* TASK STATEMENT *
Scan the records for "shared" and copy each line that contains it.

[Opening EXTRACTED ENTRIES section]

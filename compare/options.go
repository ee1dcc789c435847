package compare

import (
	"encoding/json"
	"errors"
	"fmt"
	"math"
	"slices"
	"strconv"
	"strings"

	"gonum.org/v1/gonum/mat"
)

// Default settings of a comparison; [Defaults] returns them as [Options].
const (
	// DefaultAlpha is the family-wise false-alarm rate.
	DefaultAlpha = 0.01
	// DefaultEdgeTol is the relative tolerance on bin edges.
	DefaultEdgeTol = 1e-9
	// DefaultOverlapSource is the error source an event overlap sets the
	// correlation of, when [Overlap.Source] is empty.
	DefaultOverlapSource = "stat"
)

// Options is the one definition of a comparison's settings, shared by the
// table-mode command line, the campaign protocol (decoded from a column's
// TOML table: the `toml` tags are the protocol's key names) and the
// comparison itself. Start from [Defaults], change what is declared, and
// call [Options.Validate].
//
// The verdict:
//
//   - Alpha is the family-wise false-alarm rate. The p-value criteria (χ²,
//     Kolmogorov–Smirnov, runs, trials-corrected largest pull) of every
//     comparison in a family are adjusted together by Holm's step-down
//     method ([AdjustFamily]); each passes when its adjusted p-value is
//     above Alpha. 0 turns the p-value criteria off (the zero Options
//     therefore has no criterion; use [Defaults]).
//
//   - MaxPull, when > 0, is a raw limit on the largest |pull|: a physics
//     tolerance, not corrected for the number of bins (reports say so).
//
//   - AbsTol and RelTol, when either is > 0, require in every bin
//
//     |a_i - b_i| <= max(AbsTol, RelTol · max(|a_i|, |b_i|))
//
//     Without uncertainties they are the only possible criterion.
//
// The uncertainties: every uncertainty column is an error source k with its
// own correlation ρ_k between the two chains,
//
//	σ_d,i² = Σ_k (σ_a,k,i - σ_b,k,i)² + 2 (1 - ρ_k) σ_a,k,i σ_b,k,i
//
// which is Σ_k (σ_a,k,i² + σ_b,k,i² - 2ρ_k σ_a,k,i σ_b,k,i) written without
// cancellation. ρ_k comes from Correlations (keyed by the source's column
// name, or by its suffix after "VALUE_"), else from Overlap for its source,
// else from Correlation, else 0 with a warning.
type Options struct {
	Alpha   float64 `toml:"alpha" json:"alpha"`
	MaxPull float64 `toml:"max_pull" json:"max_pull,omitempty"`
	AbsTol  float64 `toml:"abs_tol" json:"abs_tol,omitempty"`
	RelTol  float64 `toml:"rel_tol" json:"rel_tol,omitempty"`
	// EdgeTol is the relative tolerance on bin edges (see table.SameEdges).
	EdgeTol float64 `toml:"edge_tol" json:"edge_tol"`
	// Subset selects Barlow's rule for one sample being a subset of the
	// other: σ_d,i² = |σ_a,i² - σ_b,i²| on the total uncertainties,
	// evaluated as |(σ_a - σ_b)(σ_a + σ_b)|.
	Subset bool `toml:"subset" json:"subset,omitempty"`
	// Default is the correlation of the sources Correlations does not
	// name: a number, or a column holding one value per bin. Its Set field
	// records that it was written explicitly.
	Default Rho `toml:"correlation,omitempty" json:"correlation"`
	// Correlations gives per-source correlations.
	Correlations map[string]Rho `toml:"correlations,omitempty" json:"correlations,omitempty"`
	// Overlap derives a per-bin correlation from event counts. In counts
	// mode only Common is needed (the counts are the compared column), and
	// the per-bin tests become McNemar's on the discordant events.
	Overlap Overlap `toml:"overlap,omitempty" json:"overlap,omitzero"`

	// Counts declares that the value column holds event counts: the
	// comparison then uses the exact count tests of [CountTests] in place
	// of the Gaussian χ², KS and largest-pull criteria, and refuses values
	// that are not non-negative integers. Uncertainty columns are not
	// used (the counts are their own uncertainty).
	Counts bool `toml:"counts" json:"counts,omitempty"`
	// ExposureRatio is, in counts mode, the exposure of A over that of B
	// (the expected ratio of the counts); 0 means 1.
	ExposureRatio float64 `toml:"exposure_ratio" json:"exposure_ratio,omitempty"`
	// MCSamples is, in counts mode, the number of Monte Carlo samples of
	// the global statistic (0: DefaultMCSamples).
	MCSamples int `toml:"mc_samples" json:"mc_samples,omitempty"`
	// SumW2 names, in counts mode, the column of per-bin sums of squared
	// weights: the value column then holds sums of weights (weighted
	// counts), judged by [WeightedTest].
	SumW2 string `toml:"sumw2" json:"sumw2,omitempty"`
	// Seed seeds, in counts mode, the Monte Carlo and the randomized PIT,
	// so every result is reproducible.
	Seed uint64 `toml:"seed" json:"seed,omitempty"`

	// CovA and CovB are optional covariance matrices (n×n) of the two
	// chains; when both are given, χ² is dᵀ W⁻¹ d with
	// W = V_a + V_b - C - Cᵀ and C the optional cross-covariance CovCross
	// (C_ij = cov(a_i, b_j)), or, when a number Default = ρ is declared
	// instead, C = ρ L_a L_bᵀ (see [CrossFromCorrelation]).
	CovA, CovB *mat.SymDense `toml:"-" json:"-"`
	CovCross   *mat.Dense    `toml:"-" json:"-"`

	// Correlation is the deprecated form of Default (a number only; a
	// zero counts as not declared). Used only when Default is not set.
	Correlation float64 `toml:"-" json:"-"`
	// Limits is the deprecated form of Alpha (MinP), MaxPull, AbsTol and
	// RelTol. Each of its non-zero fields is used when the matching field
	// above is zero.
	Limits Limits `toml:"-" json:"-"`
}

// Rho is a declared correlation between the two chains' errors: a number
// in [-1, 1], or the name of a column holding one value per bin. In TOML it
// is written as a number or a string; on the command line [ParseRho] reads
// it.
type Rho struct {
	Value  float64
	Column string
	// Set records that the correlation was declared (a declared 0 is not
	// warned about).
	Set bool
}

// Number returns a declared constant correlation.
func Number(v float64) Rho { return Rho{Value: v, Set: true} }

// ParseRho reads a correlation as given on the command line: a number, or
// else a column name.
func ParseRho(s string) (Rho, error) {
	s = strings.TrimSpace(s)
	if s == "" {
		return Rho{}, errors.New("empty correlation")
	}
	if v, err := strconv.ParseFloat(s, 64); err == nil {
		r := Number(v)
		return r, r.check()
	}
	if c := s[0]; c == '+' || c == '-' || c == '.' || (c >= '0' && c <= '9') {
		return Rho{}, fmt.Errorf("correlation %q is neither a number nor a column name", s)
	}
	return Rho{Column: s, Set: true}, nil
}

func (r Rho) check() error {
	if r.Column == "" && (math.IsNaN(r.Value) || r.Value < -1 || r.Value > 1) {
		return fmt.Errorf("correlation %v is outside [-1, 1]", r.Value)
	}
	return nil
}

// String is the number, or the column name.
func (r Rho) String() string {
	if r.Column != "" {
		return r.Column
	}
	return strconv.FormatFloat(r.Value, 'g', -1, 64)
}

// UnmarshalTOML accepts a number or a column name.
func (r *Rho) UnmarshalTOML(v any) error {
	switch x := v.(type) {
	case float64:
		*r = Number(x)
	case int64:
		*r = Number(float64(x))
	case string:
		if x == "" {
			return errors.New("correlation: empty column name")
		}
		*r = Rho{Column: x, Set: true}
	default:
		return fmt.Errorf("correlation must be a number or a column name, got %T", v)
	}
	return r.check()
}

// MarshalTOML writes the number or the quoted column name.
func (r Rho) MarshalTOML() ([]byte, error) {
	if r.Column != "" {
		return []byte(strconv.Quote(r.Column)), nil
	}
	return []byte(strconv.FormatFloat(r.Value, 'g', -1, 64)), nil
}

// MarshalJSON writes the number or the column name, or null when nothing
// was declared.
func (r Rho) MarshalJSON() ([]byte, error) {
	if !r.Set {
		return []byte("null"), nil
	}
	return r.MarshalTOML()
}

// UnmarshalJSON accepts a number or a column name.
func (r *Rho) UnmarshalJSON(b []byte) error {
	var v any
	if err := json.Unmarshal(b, &v); err != nil {
		return err
	}
	if v == nil {
		*r = Rho{}
		return nil
	}
	return r.UnmarshalTOML(v)
}

// Overlap names the per-bin event counts from which the correlation of the
// statistical errors is derived:
//
//	ρ_i = N_common,i / √(N_A,i · N_B,i)
//
// the correlation of two Poisson counts N_A = X + Y, N_B = X + Z sharing the
// component X of the events both chains select (cov = var X = N_common;
// standard result for sums of independent Poisson variables, common
// practice for overlapping selections). N_A is column Count of table A,
// N_B column Count of table B, N_common column Common of table A (or of B
// when A lacks it). A bin with N_A or N_B = 0 gets ρ = 0.
type Overlap struct {
	Count  string `toml:"count" json:"count"`
	Common string `toml:"common" json:"common"`
	// Source is the error source the derived ρ applies to (default "stat").
	Source string `toml:"source" json:"source,omitempty"`
}

// Enabled reports whether an overlap was declared.
func (o Overlap) Enabled() bool { return o.Count != "" || o.Common != "" }

// Limits are the tolerances of the earlier interface.
//
// Deprecated: use the fields of [Options]; MinP is Options.Alpha.
type Limits struct {
	MaxPull float64
	MinP    float64
	AbsTol  float64
	RelTol  float64
}

// DefaultLimits are the default limits of the earlier interface: no raw
// |pull| limit, α = 0.01.
//
// Deprecated: use [Defaults].
var DefaultLimits = Limits{MinP: DefaultAlpha}

// Defaults returns the default settings: α = 0.01, edge tolerance 1e-9, no
// raw |pull| limit, no numerical tolerance, no declared correlation.
func Defaults() Options {
	return Options{Alpha: DefaultAlpha, EdgeTol: DefaultEdgeTol}
}

// Declared reports whether anything was said about the correlation of the
// two chains (a number, a per-source or per-bin correlation, an overlap,
// the subset rule or covariance matrices).
func (o *Options) Declared() bool {
	return o.Default.Set || len(o.Correlations) > 0 || o.Overlap.Enabled() || o.Subset ||
		o.CovA != nil || o.Correlation != 0
}

// Validate checks every setting on its own and in combination.
func (o *Options) Validate() error {
	e := o.effective()
	if math.IsNaN(e.Alpha) || e.Alpha < 0 || e.Alpha >= 1 {
		return fmt.Errorf("alpha must be in [0, 1) (0 turns the p-value criteria off), got %v", e.Alpha)
	}
	for _, v := range []struct {
		name string
		v    float64
	}{{"max_pull", e.MaxPull}, {"abs_tol", e.AbsTol}, {"rel_tol", e.RelTol}, {"edge_tol", o.EdgeTol}} {
		if math.IsNaN(v.v) || v.v < 0 || math.IsInf(v.v, 0) {
			return fmt.Errorf("%s must be a finite number >= 0, got %v", v.name, v.v)
		}
	}
	if err := e.Default.check(); err != nil {
		return err
	}
	names := make([]string, 0, len(o.Correlations))
	for k := range o.Correlations {
		names = append(names, k)
	}
	slices.Sort(names)
	for _, k := range names {
		if k == "" {
			return errors.New("correlations: empty source name")
		}
		if err := o.Correlations[k].check(); err != nil {
			return fmt.Errorf("correlation of source %q: %w", k, err)
		}
	}
	if o.Overlap.Enabled() && (o.Overlap.Count == "" || o.Overlap.Common == "") && !o.Counts {
		return errors.New("overlap needs both the per-bin count column and the common-events column")
	}
	if o.Overlap.Enabled() && !o.Counts {
		if _, ok := o.Correlations[o.overlapSource()]; ok {
			return fmt.Errorf("source %q has both a declared correlation and an overlap", o.overlapSource())
		}
	}
	if o.Subset && (o.Default.Set || len(o.Correlations) > 0 || o.Overlap.Enabled() || o.Correlation != 0) {
		return errors.New("the subset rule and declared correlations cannot be used together (the subset rule already accounts for the shared events)")
	}
	if (o.CovA == nil) != (o.CovB == nil) {
		return errors.New("covariance matrices of both chains are needed")
	}
	if o.CovCross != nil && o.CovA == nil {
		return errors.New("a cross-covariance needs the covariance matrices of both chains")
	}
	if o.CovA != nil && (o.Subset || len(o.Correlations) > 0 || o.Overlap.Enabled() || e.Default.Column != "") {
		return errors.New("covariance matrices cannot be combined with the subset rule, per-source or per-bin correlations; give the correlation as a cross-covariance or one number")
	}
	if o.CovCross != nil && e.Default.Set {
		return errors.New("give either a cross-covariance or a correlation, not both")
	}
	return o.validateCounts(&e)
}

// validateCounts checks the count-data settings.
func (o *Options) validateCounts(e *Options) error {
	if !o.Counts {
		if o.ExposureRatio != 0 || o.MCSamples != 0 || o.Seed != 0 || o.SumW2 != "" {
			return errors.New("exposure_ratio, mc_samples, seed and sumw2 apply to counts only (counts = true)")
		}
		return nil
	}
	if r := o.ExposureRatio; math.IsNaN(r) || r < 0 || math.IsInf(r, 0) {
		return fmt.Errorf("exposure_ratio must be a finite number > 0, got %v", r)
	}
	if o.MCSamples < 0 || o.MCSamples > MaxMCSamples {
		return fmt.Errorf("mc_samples must be in [0, %d] (0: %d), got %d", MaxMCSamples, DefaultMCSamples, o.MCSamples)
	}
	switch {
	case o.Subset:
		return errors.New("counts and the subset rule cannot be used together: give the common events per bin (overlap common) instead")
	case o.CovA != nil:
		return errors.New("counts cannot be compared with covariance matrices")
	case e.Default.Set || len(o.Correlations) > 0:
		return errors.New("counts take no declared correlation: independent counts are compared as they are, shared events through the per-bin common count (overlap common)")
	case o.SumW2 != "" && o.Overlap.Enabled():
		return errors.New("weighted counts (sumw2) cannot be compared through shared events")
	case o.Overlap.Enabled() && o.Overlap.Common == "":
		return errors.New("in counts mode the overlap needs the column of common events per bin")
	case o.Overlap.Enabled() && o.ExposureRatio != 0 && o.ExposureRatio != 1:
		return errors.New("shared events are compared through their discordant events with p = ½: an exposure ratio cannot be declared with them")
	}
	return nil
}

func (o *Options) overlapSource() string {
	if o.Overlap.Source != "" {
		return o.Overlap.Source
	}
	return DefaultOverlapSource
}

// effective folds the deprecated fields into the current ones.
func (o *Options) effective() Options {
	e := *o
	if e.Alpha == 0 {
		e.Alpha = o.Limits.MinP
	}
	if e.MaxPull == 0 {
		e.MaxPull = o.Limits.MaxPull
	}
	if e.AbsTol == 0 {
		e.AbsTol = o.Limits.AbsTol
	}
	if e.RelTol == 0 {
		e.RelTol = o.Limits.RelTol
	}
	if !e.Default.Set && o.Correlation != 0 {
		e.Default = Number(o.Correlation)
	}
	return e
}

[Closing EXTRACTED ENTRIES section]

* ANSWER SPACE *
// Options is the one definition of a comparison's settings, shared by the
		return errors.New("the subset rule and declared correlations cannot be used together (the subset rule already accounts for the shared events)")
		return errors.New("counts take no declared correlation: independent counts are compared as they are, shared events through the per-bin common count (overlap common)")
		return errors.New("weighted counts (sumw2) cannot be compared through shared events")
		return errors.New("shared events are compared through their discordant events with p = ½: an exposure ratio cannot be declared with them")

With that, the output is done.